*** Opening Exercise inputs ***

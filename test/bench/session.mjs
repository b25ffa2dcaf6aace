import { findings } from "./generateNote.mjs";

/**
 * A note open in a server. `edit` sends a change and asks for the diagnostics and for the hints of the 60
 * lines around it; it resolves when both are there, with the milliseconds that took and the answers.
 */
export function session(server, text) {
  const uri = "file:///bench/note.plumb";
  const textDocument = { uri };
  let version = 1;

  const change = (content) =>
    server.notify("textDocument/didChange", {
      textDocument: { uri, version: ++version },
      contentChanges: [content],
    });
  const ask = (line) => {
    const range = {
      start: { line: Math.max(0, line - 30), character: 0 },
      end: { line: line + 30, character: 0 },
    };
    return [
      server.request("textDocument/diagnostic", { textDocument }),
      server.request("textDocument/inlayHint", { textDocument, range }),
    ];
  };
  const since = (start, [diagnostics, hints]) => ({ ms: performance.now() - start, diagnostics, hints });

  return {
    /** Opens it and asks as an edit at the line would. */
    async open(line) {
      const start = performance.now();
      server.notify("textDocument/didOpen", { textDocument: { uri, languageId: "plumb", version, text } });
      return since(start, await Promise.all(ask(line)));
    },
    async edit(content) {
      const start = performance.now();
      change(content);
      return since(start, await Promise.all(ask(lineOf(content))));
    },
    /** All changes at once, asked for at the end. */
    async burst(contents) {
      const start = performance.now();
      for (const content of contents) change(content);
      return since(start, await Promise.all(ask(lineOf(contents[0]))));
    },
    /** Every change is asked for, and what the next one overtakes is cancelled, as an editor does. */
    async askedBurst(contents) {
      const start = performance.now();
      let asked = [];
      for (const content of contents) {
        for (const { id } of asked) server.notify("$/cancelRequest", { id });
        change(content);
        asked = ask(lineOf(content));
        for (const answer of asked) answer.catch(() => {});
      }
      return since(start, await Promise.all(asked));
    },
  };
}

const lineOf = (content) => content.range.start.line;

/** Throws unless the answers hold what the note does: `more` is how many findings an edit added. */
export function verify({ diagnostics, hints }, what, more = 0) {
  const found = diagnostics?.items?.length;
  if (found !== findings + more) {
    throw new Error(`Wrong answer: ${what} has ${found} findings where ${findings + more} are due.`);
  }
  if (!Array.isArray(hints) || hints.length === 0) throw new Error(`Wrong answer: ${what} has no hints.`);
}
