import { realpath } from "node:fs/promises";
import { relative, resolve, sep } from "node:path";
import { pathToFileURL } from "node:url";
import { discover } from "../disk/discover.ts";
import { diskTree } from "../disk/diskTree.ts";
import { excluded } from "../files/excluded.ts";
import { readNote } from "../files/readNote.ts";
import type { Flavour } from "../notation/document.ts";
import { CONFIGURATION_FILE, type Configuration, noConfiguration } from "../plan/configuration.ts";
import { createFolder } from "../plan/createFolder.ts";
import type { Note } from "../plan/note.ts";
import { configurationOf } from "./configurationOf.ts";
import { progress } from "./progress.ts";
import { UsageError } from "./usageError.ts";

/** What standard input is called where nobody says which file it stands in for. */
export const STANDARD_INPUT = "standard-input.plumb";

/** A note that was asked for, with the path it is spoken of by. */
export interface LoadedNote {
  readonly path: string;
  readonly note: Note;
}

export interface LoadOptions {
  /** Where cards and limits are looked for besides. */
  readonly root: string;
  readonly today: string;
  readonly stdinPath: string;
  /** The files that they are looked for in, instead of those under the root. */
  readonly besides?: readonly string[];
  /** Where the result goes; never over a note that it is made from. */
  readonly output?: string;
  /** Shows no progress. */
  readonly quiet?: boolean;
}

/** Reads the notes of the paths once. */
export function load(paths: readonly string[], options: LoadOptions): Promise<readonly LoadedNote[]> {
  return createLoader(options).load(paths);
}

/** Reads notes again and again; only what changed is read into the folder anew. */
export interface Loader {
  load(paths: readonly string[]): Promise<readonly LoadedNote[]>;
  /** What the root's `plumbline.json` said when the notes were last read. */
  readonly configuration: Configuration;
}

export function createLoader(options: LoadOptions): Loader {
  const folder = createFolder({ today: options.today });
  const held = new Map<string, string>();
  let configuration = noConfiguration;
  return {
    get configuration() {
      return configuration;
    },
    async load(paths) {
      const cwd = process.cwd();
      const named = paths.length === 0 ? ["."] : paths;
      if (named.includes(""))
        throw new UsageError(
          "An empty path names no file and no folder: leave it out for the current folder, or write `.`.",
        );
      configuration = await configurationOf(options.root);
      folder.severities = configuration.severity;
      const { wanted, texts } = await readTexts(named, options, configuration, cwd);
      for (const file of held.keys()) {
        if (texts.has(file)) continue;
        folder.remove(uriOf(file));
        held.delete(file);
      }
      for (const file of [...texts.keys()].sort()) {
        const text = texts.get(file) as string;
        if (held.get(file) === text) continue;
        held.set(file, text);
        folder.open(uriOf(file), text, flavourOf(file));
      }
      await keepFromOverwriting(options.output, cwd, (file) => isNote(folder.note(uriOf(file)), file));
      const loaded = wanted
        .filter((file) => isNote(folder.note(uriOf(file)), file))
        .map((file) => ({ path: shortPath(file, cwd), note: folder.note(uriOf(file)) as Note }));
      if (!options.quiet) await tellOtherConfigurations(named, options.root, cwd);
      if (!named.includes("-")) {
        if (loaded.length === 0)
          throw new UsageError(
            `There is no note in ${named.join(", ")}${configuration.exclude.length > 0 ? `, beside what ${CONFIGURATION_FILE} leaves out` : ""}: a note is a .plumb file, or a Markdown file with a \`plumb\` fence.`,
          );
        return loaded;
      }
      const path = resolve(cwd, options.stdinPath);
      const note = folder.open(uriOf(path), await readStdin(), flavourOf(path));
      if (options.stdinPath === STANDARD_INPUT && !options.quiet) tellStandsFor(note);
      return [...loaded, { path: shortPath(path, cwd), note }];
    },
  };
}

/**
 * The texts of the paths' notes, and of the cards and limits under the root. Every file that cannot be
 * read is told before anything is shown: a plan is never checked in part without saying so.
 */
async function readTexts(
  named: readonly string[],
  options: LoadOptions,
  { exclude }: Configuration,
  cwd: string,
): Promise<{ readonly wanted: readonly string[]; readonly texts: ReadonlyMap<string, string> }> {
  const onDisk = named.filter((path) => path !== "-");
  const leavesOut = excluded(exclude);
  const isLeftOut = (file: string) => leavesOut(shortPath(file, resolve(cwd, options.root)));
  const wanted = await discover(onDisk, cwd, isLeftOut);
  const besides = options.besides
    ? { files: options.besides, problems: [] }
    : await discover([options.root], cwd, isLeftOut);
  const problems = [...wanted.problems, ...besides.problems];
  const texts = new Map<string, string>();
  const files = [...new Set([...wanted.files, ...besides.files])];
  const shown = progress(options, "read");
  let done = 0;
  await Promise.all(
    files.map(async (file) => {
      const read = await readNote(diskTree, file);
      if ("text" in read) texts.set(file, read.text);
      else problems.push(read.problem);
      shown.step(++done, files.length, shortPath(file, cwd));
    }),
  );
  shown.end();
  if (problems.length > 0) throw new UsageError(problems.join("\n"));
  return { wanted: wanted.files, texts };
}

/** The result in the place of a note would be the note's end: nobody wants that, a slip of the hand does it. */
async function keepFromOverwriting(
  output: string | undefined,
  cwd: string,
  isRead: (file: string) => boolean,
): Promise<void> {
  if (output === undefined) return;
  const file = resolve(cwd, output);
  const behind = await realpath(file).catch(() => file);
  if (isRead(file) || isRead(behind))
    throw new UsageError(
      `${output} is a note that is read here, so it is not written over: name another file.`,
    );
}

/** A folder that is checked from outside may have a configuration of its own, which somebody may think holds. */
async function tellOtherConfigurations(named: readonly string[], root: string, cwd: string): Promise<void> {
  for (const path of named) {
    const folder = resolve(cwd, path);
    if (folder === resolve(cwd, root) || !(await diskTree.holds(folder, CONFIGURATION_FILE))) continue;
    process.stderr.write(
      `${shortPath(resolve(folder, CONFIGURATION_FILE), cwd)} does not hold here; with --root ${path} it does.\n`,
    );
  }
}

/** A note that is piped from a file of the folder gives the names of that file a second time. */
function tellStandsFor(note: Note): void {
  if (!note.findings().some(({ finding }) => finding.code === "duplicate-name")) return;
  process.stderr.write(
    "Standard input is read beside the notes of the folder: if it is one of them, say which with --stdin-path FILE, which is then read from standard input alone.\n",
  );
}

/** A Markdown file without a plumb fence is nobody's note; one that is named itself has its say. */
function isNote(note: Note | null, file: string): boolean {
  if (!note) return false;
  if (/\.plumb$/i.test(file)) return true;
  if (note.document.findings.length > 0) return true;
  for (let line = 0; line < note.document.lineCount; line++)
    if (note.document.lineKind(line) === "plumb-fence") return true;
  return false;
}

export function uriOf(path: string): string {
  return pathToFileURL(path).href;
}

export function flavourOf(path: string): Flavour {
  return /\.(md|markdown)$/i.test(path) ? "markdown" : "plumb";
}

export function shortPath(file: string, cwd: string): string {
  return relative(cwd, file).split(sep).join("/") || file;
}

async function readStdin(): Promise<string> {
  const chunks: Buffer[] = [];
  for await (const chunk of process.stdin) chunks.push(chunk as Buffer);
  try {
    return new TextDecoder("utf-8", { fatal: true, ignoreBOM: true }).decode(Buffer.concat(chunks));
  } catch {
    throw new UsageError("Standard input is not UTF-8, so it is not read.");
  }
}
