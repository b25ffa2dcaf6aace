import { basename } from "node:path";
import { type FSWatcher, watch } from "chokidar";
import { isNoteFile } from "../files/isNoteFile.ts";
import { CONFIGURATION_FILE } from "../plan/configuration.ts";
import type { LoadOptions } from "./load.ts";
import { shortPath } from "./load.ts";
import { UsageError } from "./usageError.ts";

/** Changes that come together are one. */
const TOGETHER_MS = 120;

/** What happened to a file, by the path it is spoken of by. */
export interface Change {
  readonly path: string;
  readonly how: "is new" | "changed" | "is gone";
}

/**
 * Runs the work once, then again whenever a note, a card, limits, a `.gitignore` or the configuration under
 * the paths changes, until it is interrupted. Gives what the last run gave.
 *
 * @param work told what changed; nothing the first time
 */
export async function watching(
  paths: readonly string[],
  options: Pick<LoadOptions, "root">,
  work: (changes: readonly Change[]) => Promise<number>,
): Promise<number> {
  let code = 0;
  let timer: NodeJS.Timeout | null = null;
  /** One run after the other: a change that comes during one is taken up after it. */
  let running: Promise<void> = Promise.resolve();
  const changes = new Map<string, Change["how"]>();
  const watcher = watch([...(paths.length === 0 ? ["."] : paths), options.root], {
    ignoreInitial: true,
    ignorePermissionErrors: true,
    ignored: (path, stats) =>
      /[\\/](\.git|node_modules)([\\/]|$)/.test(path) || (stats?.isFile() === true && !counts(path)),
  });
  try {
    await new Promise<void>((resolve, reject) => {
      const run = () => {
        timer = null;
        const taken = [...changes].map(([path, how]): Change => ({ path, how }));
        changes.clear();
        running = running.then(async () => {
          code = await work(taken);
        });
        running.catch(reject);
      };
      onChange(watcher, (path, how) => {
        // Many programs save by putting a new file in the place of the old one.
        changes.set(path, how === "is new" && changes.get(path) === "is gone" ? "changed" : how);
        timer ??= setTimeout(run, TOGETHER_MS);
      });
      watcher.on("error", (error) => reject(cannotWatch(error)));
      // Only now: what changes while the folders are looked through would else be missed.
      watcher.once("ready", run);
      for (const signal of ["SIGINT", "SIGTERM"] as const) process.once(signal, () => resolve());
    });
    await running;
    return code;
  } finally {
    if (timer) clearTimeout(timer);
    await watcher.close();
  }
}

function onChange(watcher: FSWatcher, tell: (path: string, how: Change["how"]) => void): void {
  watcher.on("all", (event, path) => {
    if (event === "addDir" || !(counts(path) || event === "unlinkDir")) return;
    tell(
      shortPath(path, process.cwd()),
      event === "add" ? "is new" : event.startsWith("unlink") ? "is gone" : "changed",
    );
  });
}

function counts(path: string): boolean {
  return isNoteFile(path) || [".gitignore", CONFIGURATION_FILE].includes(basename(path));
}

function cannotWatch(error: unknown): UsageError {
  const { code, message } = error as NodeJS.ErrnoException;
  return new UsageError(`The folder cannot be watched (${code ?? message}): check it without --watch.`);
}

*** Closing Exercise inputs ***

■ Task to carry out
Among the records, find all lines that include the string "boolean" and return them.

■ Answer section
  readonly quiet?: boolean;
  isRead: (file: string) => boolean,
function isNote(note: Note | null, file: string): boolean {
function counts(path: string): boolean {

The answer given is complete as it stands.